What to work on:
Up to and including the line that contains "Drawing, Mark, TextMark", return every line from the start of the data, unchanged.

##### Record set

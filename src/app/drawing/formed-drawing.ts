/** The formed deck: true faces with the sheet's thickness, mold points, every leg dimensioned, the selected bend noted. */
import type { Solved } from '@shared/result';
import type { Box } from './box';
import { boxAround } from './box';
import { Clearance } from './clearance';
import type { Curve, Frames } from './formed-frames';
import { formedFrames, onCurve } from './formed-frames';
import { bendPath, facePoints, outlinePath, outlineSegments, stretchPath } from './formed-outline';
import { leaderNote } from './leader';
import { legDimensions } from './leg-dimensions';
import type { Drawing, Mark, TextMark } from './marks';
import { textBox } from './marks';
import type { Point } from './point';
import { along, direction } from './point';
import type { View } from './view';
import { fitView } from './view';

export interface FormedOptions {
  readonly width: number;
  readonly height: number;
  /** Entry of the chain. */
  readonly selected: number | null;
  readonly figureOf: (length: number) => string;
  /** "L2 · face B up · 90°" and "BA 0.273 · SB 0.196". */
  readonly noteOf: (bend: number) => readonly [string, string];
}

export interface FormedDrawing extends Drawing {
  /** Dimensions that found no room; the ledger has them. */
  readonly left: number;
}

/** Null when the part can't be drawn; the findings say why. */
export function formedDrawing(solved: Solved, options: FormedOptions): FormedDrawing | null {
  const frames = formedFrames(solved);
  if (!frames || options.width < 40 || options.height < 40) return null;
  const { width, height, selected } = options;
  const view = viewOf(solved, frames, width, height);
  const paper: Box = { left: 6, top: 6, right: width - 6, bottom: height - 6 };
  const clearance = new Clearance(paper, outlineSegments(frames, view));

  const metal = metalMarks(frames, view, selected);
  const molds = moldMarks(solved, view, clearance);
  const dimensions = legDimensions(solved, frames, view, clearance, options.figureOf, selected);
  const curve = frames.curves.find((one) => one.chain === selected);
  const leader = curve ? leaderOf(curve, view, options, clearance) : [];
  const names = frames.curves.flatMap((one) => (one === curve ? [] : nameOf(one, view, clearance)));
  return {
    width,
    height,
    marks: [...metal, ...molds, ...dimensions.marks, ...names, ...leader],
    left: dimensions.left,
  };
}

/** The seat leg lies level; round the part there is room for two rows of dimensions. */
function viewOf(solved: Solved, frames: Frames, width: number, height: number): View {
  const seat = solved.formed?.envelope?.seat ?? 0;
  const level = frames.stretches.find((stretch) => stretch.leg === seat)?.heading ?? 0;
  const marginX = Math.min(110, Math.max(56, width * 0.13));
  const marginY = Math.min(84, Math.max(46, height * 0.2));
  const room = { left: marginX, right: width - marginX, top: marginY, bottom: height - marginY };
  return fitView([...facePoints(frames, 'lower'), ...facePoints(frames, 'upper')], level, room);
}

function metalMarks(frames: Frames, view: View, selected: number | null): Mark[] {
  const sheet: Mark = { kind: 'path', role: 'sheet', d: outlinePath(frames, view) };
  const bends = frames.curves.map((curve): Mark => {
    const common = { pick: curve.chain, selected: curve.chain === selected };
    return { kind: 'path', role: 'bend', d: bendPath(curve, view), ...common };
  });
  const picked = frames.stretches.flatMap((stretch, index): Mark[] =>
    stretch.chain === selected
      ? [{ kind: 'path', role: 'leg', d: stretchPath(frames, index, view), pick: stretch.chain, selected: true }]
      : [],
  );
  const hits = frames.stretches.map((stretch, index): Mark => {
    return { kind: 'path', role: 'hit', d: stretchPath(frames, index, view), pick: stretch.chain };
  });
  const bendHits = frames.curves.map((curve): Mark => {
    return { kind: 'path', role: 'hit', d: bendPath(curve, view), pick: curve.chain };
  });
  return [sheet, ...bends, ...picked, ...hits, ...bendHits];
}

const CROSS = 5;

function moldMarks(solved: Solved, view: View, clearance: Clearance): Mark[] {
  const points = (solved.formed?.moldPoints ?? []).flatMap((point) => (point ? [view.place(point)] : []));
  for (const { x, y } of points) clearance.addMark(boxAround({ x, y }, CROSS, CROSS));
  const crosses = points.map(({ x, y }) => `M${x - CROSS} ${y}h${2 * CROSS}M${x} ${y - CROSS}v${2 * CROSS}`);
  return crosses.length === 0 ? [] : [{ kind: 'path', role: 'mold', d: crosses.join('') }];
}

/** The middle of a bend's outer face and the way out from there. */
function apex(curve: Curve, view: View): { tip: Point; outward: Point } {
  const outer = curve.lowerRadius > curve.upperRadius ? 'lower' : 'upper';
  const tip = view.place(onCurve(curve, outer, 0.5));
  const inner = view.place(onCurve(curve, outer === 'lower' ? 'upper' : 'lower', 0.5));
  return { tip, outward: direction(inner, tip) };
}

function leaderOf(curve: Curve, view: View, options: FormedOptions, clearance: Clearance): readonly Mark[] {
  const { tip, outward } = apex(curve, view);
  const [upper, lower] = options.noteOf(curve.bend);
  return leaderNote(tip, outward, upper, lower, curve.chain, clearance);
}

/** "L2" inside the bend or outside it, where there is room. */
function nameOf(curve: Curve, view: View, clearance: Clearance): Mark[] {
  const { tip, outward } = apex(curve, view);
  const inner = { x: -outward.x, y: -outward.y };
  const depth = Math.min(curve.lowerRadius, curve.upperRadius) * view.scale;
  const places = [
    along(tip, inner, Math.abs(curve.lowerRadius - curve.upperRadius) * view.scale + Math.min(depth, 14) + 12),
    along(tip, outward, 22),
    along(tip, inner, 40),
  ];
  for (const place of places) {
    const mark: TextMark = {
      kind: 'text',
      role: 'name',
      text: `L${curve.bend + 1}`,
      at: place,
      anchor: 'middle',
      pick: curve.chain,
    };
    const footprint = { texts: [textBox(mark)], lines: [], thin: [] };
    if (clearance.cost(footprint) > 0) continue;
    clearance.add(footprint);
    return [mark];
  }
  return [];
}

##########

Task output:
filename src/app/drawing/formed-drawing.ts
/** The formed deck: true faces with the sheet's thickness, mold points, every leg dimensioned, the selected bend noted. */
import type { Solved } from '@shared/result';
import type { Box } from './box';
import { boxAround } from './box';
import { Clearance } from './clearance';
import type { Curve, Frames } from './formed-frames';
import { formedFrames, onCurve } from './formed-frames';
import { bendPath, facePoints, outlinePath, outlineSegments, stretchPath } from './formed-outline';
import { leaderNote } from './leader';
import { legDimensions } from './leg-dimensions';
import type { Drawing, Mark, TextMark } from './marks';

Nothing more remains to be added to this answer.